Additional studies are now focused on the isolation genes induced by copper
metal using several methods including PCR and differential display. One
metalothionein has been isolated from Mesembryanthemum crystallinum which
confers copper tolerance.
Nearly 40% of the national insecticide consumption involves the cotton crop.
Insecticide production within cotton may be more effective and impact less
upon the land and the people processing the crop. We have cloned, expressed
and patented three insecticidal protease inhibitors from Manduca sexta
L. (the tobacco horn worm). Results indicate that protection against insect
reproduction occurs on plants expressing PIs (Plant Cell Reports 14: 758-762,
Plant Physiol. and Biochem. 33(5): 611-614). An industrial proposal has
been submitted to use these PIs together with a chitinase and a "Super
promoter" to improve insecticidal activity in Gossypium hirsutum
L. cotton. Furthermore, a third gene, tryptophan decarboxylase, has been
engineered and expressed in transgenic tobacco and petunia (Plant Physiology
109: 717-720). These plants convert tryptophan to tryptamine, an indole
alkaloid. Below is a western blot of control (35S-GUS) and TDC expressing
tobacco from the above-mentioned article. Insect tests on diets containing
tryptamine or transgenic plants producing tryptamine strongly suggest an
opposite correlation between the presence of tryptamine and the extent of
insect feeding damage.
A study of plant single stranded DNA viruses is directed towards novel anti-viral
strategies. We have begun producing transgenic tomatoes expressing anti-sense
RNA constructs to movement proteins of Chino del Tomate, a geminivirus.
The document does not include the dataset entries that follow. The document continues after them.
@dataclass
class DomainMap:
    """An exact potential-pH map.

    Attributes
    ----------
    conditions : Conditions
        What the map was computed for.
    species : list of SpeciesEnergy
        Every species considered, with the values used (see ``pourbaix.physics.energies``).
    entries : list of Entry
        Candidates (species or assemblages) with their planes.
    domains : list of Domain
        The stable domains.
    boundaries : list of Boundary
        Shared edges with their line equations.
    water : dict
        ``{"oxygen": (e0, slope), "hydrogen": (e0, slope)}`` vs the reference [V, V/pH].
    never_stable : list of str
        Candidates with no domain in the window.
    warnings : list of str
        Things the user must know (data routes past their range, model limits, overrides).
    method : str
        How the map was computed (and its approximations).
    """

    conditions: Conditions
    species: list
    entries: list
    domains: list
    boundaries: list
    water: dict
    never_stable: list
    warnings: list
    method: str = "exact lower envelope of transformed-energy planes (half-space intersection)"
    sources: dict = field(default_factory=dict)
    extra_species: list = field(default_factory=list)
    _planes: object = None
    _neutral_ph: float | None = None

    def __post_init__(self):
        object.__setattr__(self, "_sealed", True)

    def __setattr__(self, name, value):
        # public fields are fixed once the map is built (private caches may be set)
        if not name.startswith("_") and getattr(self, "_sealed", False):
            raise FrozenInstanceError(f"cannot assign to field {name!r}: a map is immutable")
        object.__setattr__(self, name, value)

    # ------------------------------------------------------------------ queries
    @property
    def window(self):
        """``(ph_lo, ph_hi, e_lo, e_hi)`` [-, -, V, V] vs the reference."""
        return (*self.conditions.ph_range, *self.conditions.potential_range_v)

    @property
    def neutral_ph(self):
        """Neutral pH at the map's temperature (pKw / 2)."""
        if self._neutral_ph is not None:  # set for invented systems (no water data)
            return self._neutral_ph
        if self.conditions.neutral_ph is not None:
            return self.conditions.neutral_ph
        from pourbaix.physics import thermo  # conditions built by hand carry no water properties

        return float(thermo.neutral_ph(self.conditions.temperature_c, self.conditions.pressure_bar))

    def domain_of(self, name):
        """The domain of a species (or assemblage text); None if not stable.

        Parameters
        ----------
        name : str
            Species name as in ``Domain.species`` or an assemblage "A + B".
        """
        for d in self.domains:
            if name in d.species or name == " + ".join(d.species):
                return d
        return None

    def _repr_png_(self):
        """The map's figure, for notebooks (``pourbaix.plot.notebook.map_png``)."""
        from pourbaix.plot.notebook import map_png

        return map_png(self)

    def probe(self, ph, potential_v):
        """Stable species, state and margins at points.

        Parameters
        ----------
        ph : float or array_like
            pH.
        potential_v : float or array_like
            Potential [V vs the map's reference].

        Returns
        -------
        ProbeResult
            Scalars for scalar input, arrays otherwise.

        Notes
        -----
        The stable candidate is the argmin of the transformed energies. Along
        the vertical line through the point, candidate j overtakes the stable
        one d where psi_j = psi_d, i.e. at E* = -(Δ0 + Δph pH)/Δe with
        Δ = plane_j - plane_d; the nearest such crossing above and below gives
        the margins (likewise along pH). This is exact and extends beyond the
        window.
        """
        ph_a, e_a = np.broadcast_arrays(
            np.asarray(ph, dtype=float), np.asarray(potential_v, dtype=float)
        )
        scalar = ph_a.ndim == 0
        x = ph_a.ravel()
        y = e_a.ravel()
        if not (np.all(np.isfinite(x)) and np.all(np.isfinite(y))):
            raise ConditionsError("probe points must be finite numbers (pH and potential)")
        P = self._planes  # (N, 3)
        if self._active is None:
            raise ConditionsError("this map has no candidates to probe")
        P = P[self._active]
        vals = P[:, 0][None, :] + np.outer(x, P[:, 1]) + np.outer(y, P[:, 2])
        best = np.argmin(vals, axis=1)
        d = P[None, :, :] - P[best][:, None, :]  # (M, N, 3)
        base = d[:, :, 0] + d[:, :, 1] * x[:, None]  # Δ0 + Δph pH
        with np.errstate(divide="ignore", invalid="ignore"):
            e_cross = -base / d[:, :, 2]
            up = np.where(d[:, :, 2] < -1e-15, e_cross, np.inf)
            down = np.where(d[:, :, 2] > 1e-15, e_cross, -np.inf)
            base_e = d[:, :, 0] + d[:, :, 2] * y[:, None]
            ph_cross = -base_e / d[:, :, 1]
            right = np.where(d[:, :, 1] < -1e-15, ph_cross, np.inf)
            left = np.where(d[:, :, 1] > 1e-15, ph_cross, -np.inf)
        iu, idn = np.argmin(up, axis=1), np.argmax(down, axis=1)
        ir, il = np.argmin(right, axis=1), np.argmax(left, axis=1)
        rows = np.arange(len(x))
        m_up = up[rows, iu] - y
        m_dn = y - down[rows, idn]
        m_r = right[rows, ir] - x
        m_l = x - left[rows, il]
        act = self._active
        names = np.array([" + ".join(self.entries[i].names) for i in act], dtype=object)
        states = np.array([self.entries[i].state for i in act], dtype=object)

        def nb(idx, margin):
            out = names[idx].copy()
            out[~np.isfinite(margin)] = ""
            return out

        res = dict(
            ph=x,
            potential_v=y,
            species=names[best],
            state=states[best],
            margin_up_v=np.maximum(m_up, 0.0),
            margin_down_v=np.maximum(m_dn, 0.0),
            margin_acid_ph=np.maximum(m_l, 0.0),
            margin_alkaline_ph=np.maximum(m_r, 0.0),
            neighbour_up=nb(iu, m_up),
            neighbour_down=nb(idn, m_dn),
            neighbour_acid=nb(il, m_l),
            neighbour_alkaline=nb(ir, m_r),
        )
        shape = ph_a.shape
        for k, v in res.items():
            res[k] = (
                v.reshape(shape)
                if not scalar
                else v.reshape(()).item()
                if v.dtype != object
                else v[0]
            )
        return ProbeResult(**res)

    _active: object = None

    # ------------------------------------------------------------------ export
    def to_dict(self):
        """The map as the version-1 JSON structure (see MAP_FORMAT.md).

        Returns
        -------
        dict
        """
        c = self.conditions
        act_key = {c.elements[0]: c.activity if c.activity is not None else c.molality}
        species = []
        for se in self.species:
            sp = se.species
            row = {
                "name": species_id(sp),
                "phase": sp.phase,
                "composition": dict(sp.composition),
                "charge": sp.charge,
                "dgf_kj_mol": sp.dgf_kj_mol,
                "dg_kj_mol": se.dg_kj_mol,
                "activity": se.activity,
                "source": sp.source,
                "stable": any(species_id(sp) in d.species for d in self.domains),
                "route": se.route,
                "origin": sp.origin,
            }
            if sp.note:
                row["note"] = sp.note
            species.append(row)
        domains = []
        for d in self.domains:
            domains.append(
                {
                    "species": list(d.species),
                    "state": d.state,
                    "polygon": _rings(d.polygon),
                    "area": round(d.area, 10),
                    "label_point": [round(v, 6) for v in d.label_point],
                }
            )
        boundaries = []
        for b in self.boundaries:
            row = {
                "between": list(b.between),
                "points": [[round(v, 6) for v in b.start], [round(v, 6) for v in b.end]],
                "e_at_ph0_v": None if b.e_at_ph0_v is None else round(b.e_at_ph0_v, 6),
                "slope_v_per_ph": None if b.slope_v_per_ph is None else round(b.slope_v_per_ph, 8),
            }
            if b.ph is not None:
                row["ph"] = round(b.ph, 6)
            boundaries.append(row)
        out = {
            "format": "pourbaix.map",
            "version": 1,
            "conditions": {
                "elements": list(c.elements),
                "temperature_c": c.temperature_c,
                "pressure_bar": c.pressure_bar,
                "activities": act_key,
                "ligands": dict(c.ligands),
                "ratio": None if c.ratio is None else dict(zip(c.elements, c.ratio, strict=True)),
                "ionic_strength": c.ionic_strength,
                "reference": {
                    "name": c.reference,
                    "offset_v": c.reference_offset_v,
                    **(
                        {"slope_v_per_ph": c.reference_slope_v_per_ph}
                        if c.reference_slope_v_per_ph
                        else {}
                    ),
                },
                "ph_range": list(c.ph_range),
                "potential_range_v": list(c.potential_range_v),
                "activity_model": c.activity_model,
                "water_activity": c.water_activity,
                "dataset": c.dataset,
                "data_files": list(c.data_files),
                "molality": c.molality,
            },
            "species": species,
            "domains": domains,
            "boundaries": boundaries,
            "water": {
                k: {"e_at_ph0_v": round(v[0], 6), "slope_v_per_ph": round(v[1], 8)}
                for k, v in self.water.items()
            },
            "never_stable": list(self.never_stable),
            "warnings": list(self.warnings),
            "method": self.method,
            "caution": CAUTION,
            "sources": dict(self.sources),
        }
        return out

    def to_json(self, path=None, indent=2):
        """Write (atomically) or return the version-1 JSON text.

        Parameters
        ----------
        path : str or Path, optional
            Destination; when None the text is returned.
        indent : int
            JSON indentation.
        """
        text = json.dumps(self.to_dict(), indent=indent, ensure_ascii=False, allow_nan=False) + "\n"
        if path is None:
            return text
        from pourbaix.outputs import atomic_write_text

        atomic_write_text(path, text)
        return path

    def boundaries_csv(self, path=None):
        """Boundaries as CSV text (pair, end points, line); written atomically if ``path``.

        Parameters
        ----------
        path : str or Path, optional
            Destination; when None the text is returned.
        """
        import csv
        import io

        buf = io.StringIO()
        w = csv.writer(buf, lineterminator="\n")
        ref = self.conditions.reference
        w.writerow(
            [
                "species_1",
                "species_2",
                "ph_start",
                f"e_start_v_vs_{ref}",
                "ph_end",
                f"e_end_v_vs_{ref}",
                f"e_at_ph0_v_vs_{ref}",
                "slope_v_per_ph",
                "vertical_at_ph",
            ]
        )
        for b in self.boundaries:
            w.writerow(
                [
                    b.between[0],
                    b.between[1],
                    f"{b.start[0]:.6f}",
                    f"{b.start[1]:.6f}",
                    f"{b.end[0]:.6f}",
                    f"{b.end[1]:.6f}",
                    "" if b.e_at_ph0_v is None else f"{b.e_at_ph0_v:.6f}",
                    "" if b.slope_v_per_ph is None else f"{b.slope_v_per_ph:.8f}",
                    "" if b.ph is None else f"{b.ph:.6f}",
                ]
            )
        text = buf.getvalue()
        if path is None:
            return text
        from pourbaix.outputs import atomic_write_text

        atomic_write_text(path, text)
        return path

    def __repr__(self):
        c = self.conditions
        return (
            f"<DomainMap {'-'.join(c.elements)} {c.temperature_c:g} °C, {len(self.domains)} domains, "
            f"{len(self.boundaries)} boundaries, vs {c.reference}>"
        )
In addition efforts to clone and sequence the A component of this virus
are underway.
We are happy to have a visiting scientist, Ms. Elizabeth Godsall. Liz
completed her BSc from University of Nottingham and is most recently from
Nickerson BIOCHEM Ltd, in Cambridge England. Her project is focused on understanding
stress and copper inducible gene expression in metallophytes and glycophytes.